## What the exercise asks
An exact copy of every record is the expected answer.

======== Dataset extract ========

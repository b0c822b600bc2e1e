import { describe, expect, it } from 'vitest';
import { laneOf } from './pass-engine.js';

describe('laneOf', () => {
  it('always sends the same name to the same lane', () => {
    for (const name of ['a', 'b', '01939f7e-0000-7000-8000-000000000001'])
      expect(laneOf(name, 4)).toBe(laneOf(name, 4));
  });

  it('stays within the lanes and uses all of them', () => {
    const used = new Set(Array.from({ length: 200 }, (_, i) => laneOf(`spacecraft ${i}`, 3)));
    expect([...used].sort()).toEqual([0, 1, 2]);
    expect(laneOf('anything', 1)).toBe(0);
  });
});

========

## Final answer
repository b0c822b600bc2e1e
import { describe, expect, it } from 'vitest';
import { laneOf } from './pass-engine.js';

describe('laneOf', () => {
  it('always sends the same name to the same lane', () => {
    for (const name of ['a', 'b', '01939f7e-0000-7000-8000-000000000001'])
      expect(laneOf(name, 4)).toBe(laneOf(name, 4));
  });

  it('stays within the lanes and uses all of them', () => {
    const used = new Set(Array.from({ length: 200 }, (_, i) => laneOf(`spacecraft ${i}`, 3)));
    expect([...used].sort()).toEqual([0, 1, 2]);
    expect(laneOf('anything', 1)).toBe(0);
  });
});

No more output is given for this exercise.